When Ollama loads gemma4:26b, approximately 2.9 GB of model weights cannot fit in VRAM and are placed in system RAM. During generation, every forward pass has to fetch those layers from RAM over the PCIe bus, which is roughly 50–100× slower than VRAM bandwidth.

The result: 15–16 t/s instead of the ~40–50 t/s you would expect on a clean 24GB card.

The 4B and 12B models fit entirely in VRAM and their generation speed scales roughly as expected with model size.

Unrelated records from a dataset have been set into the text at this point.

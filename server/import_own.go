package server

import (
	"context"
	"io"
	"strconv"

	"github.com/labstack/echo/v4"

	"tripwell/export/intake"
	"tripwell/export/register"
)

// ownImportRegister takes a register as CSV or XLSX in the body and answers as work does; its report is register.Report.
// Query: by (person), name (of the file), site (code of the site that rows which name none belong to), zone (of new
// sites), dates (dmy or mdy), tags=new (give every place of the file without a tag a new one), dry=1 (append nothing),
// rejects=1 (the report carries the rows that were left out), map (so many bytes of the body, before the file, are a
// register.Mapping).
func (s *Server) ownImportRegister(c echo.Context) error {
	by, err := s.ownBy(c)
	if err != nil {
		return err
	}
	body := c.Request().Body
	mapping, err := mappingBefore(c.QueryParam("map"), body)
	if err != nil {
		return err
	}
	for name, into := range map[string]*string{"site": &mapping.Site, "zone": &mapping.Zone, "dates": (*string)(&mapping.Dates)} {
		if v := c.QueryParam(name); v != "" {
			*into = v
		}
	}
	if err := mapping.Check(); err != nil {
		return err
	}
	options := register.Options{By: by, Mapping: mapping, NewTags: c.QueryParam("tags") == "new", DryRun: c.QueryParam("dry") == "1", Rejects: c.QueryParam("rejects") == "1",
		Caps: intake.Caps{Bytes: importLimit}}
	return s.work(c, func(ctx context.Context, progress func(done, total int64)) (any, error) {
		return register.Import(ctx, s.store, c.QueryParam("name"), body, options, func(done, total int) { progress(int64(done), int64(total)) })
	})
}

// mappingBefore reads the mapping that stands before a file; length "" is none.
func mappingBefore(length string, body io.Reader) (register.Mapping, error) {
	if length == "" {
		return register.Mapping{}, nil
	}
	n, err := strconv.Atoi(length)
	if err != nil || n < 0 || n > formLimit {
		return register.Mapping{}, refuse(codeInvalid, "map", "The length of the columns file is no number of bytes that is taken here.")
	}
	raw := make([]byte, n)
	if _, err := io.ReadFull(body, raw); err != nil {
		return register.Mapping{}, refuse(codeInvalid, "map", "The columns file was cut short. Send it again.")
	}
	return register.ParseMapping(raw)
}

Generation Speed Comparison

gemma4:e4b  (4B)  ████████████████████████████████  131 t/s  ✓ full VRAM
gemma4:12b  (12B) ██████████████                    70  t/s  ✓ full VRAM
gemma4:26b  (26B) ████                              16  t/s  ✗ partial CPU

What This Means for RTX 3090 Users

4B model (gemma4:e4b):

131 t/s — roughly 26–43× faster than human reading speed
9.6 GB fits comfortably, leaves room for other VRAM users
Best choice for rapid iteration, coding assistants, or multi-model setups

12B model (gemma4:12b):

70 t/s with full VRAM and llama.cpp
Balanced choice: significantly better reasoning than 4B, still fast
Requires ~7 GB VRAM — easily fits even with desktop overhead

26B model (gemma4:26b):

If your 3090 has ≥ 20 GB free: expect ~40–50 t/s (full VRAM)
If your 3090 is shared (like this test): 15–16 t/s, barely interactive
Only worth running if VRAM is mostly clear and quality matters more than speed

Practical rule: For RTX 3090 with a typical desktop environment, the 12B model is the sweet spot — it fits in VRAM, generates at 70 t/s, and the quality gap versus 26B is meaningful but not enormous for most tasks.

Prefill Speed Note

The short-prompt 26B prefill (291 t/s) looks artificially low because the model was cold-loading on first contact. The long-prompt result (2,805 t/s) is more representative of actual prefill performance when the model is already in memory. For conversational use, prompt processing completes in well under a second regardless of model size.

Reproduce These Results

# Install Ollama and pull models
curl -fsSL https://ollama.com/install.sh | sh
ollama pull gemma4:e4b
ollama pull gemma4:26b

# Quick generation speed test via API
curl http://localhost:11434/api/generate -d '{
  "model": "gemma4:26b",
  "prompt": "What is machine learning? Answer in one paragraph.",
  "stream": false,
  "options": {"num_predict": 128}
}' | python3 -c "
import json, sys
d = json.load(sys.stdin)
tg = d['eval_count'] / (d['eval_duration'] / 1e9)
pp = d['prompt_eval_count'] / (d['prompt_eval_duration'] / 1e9)
print(f'Prefill: {pp:.1f} t/s | Generation: {tg:.1f} t/s')
"

Check your free VRAM before running the 26B:

nvidia-smi --query-gpu=memory.free,memory.total --format=csv,noheader

If free VRAM is below 18 GB, expect CPU offloading and slower generation.

Benchmarks collected June 8, 2026. Results vary with VRAM availability, Ollama version, and quantization. The 12B data is from a separate llama-bench session on the same GPU.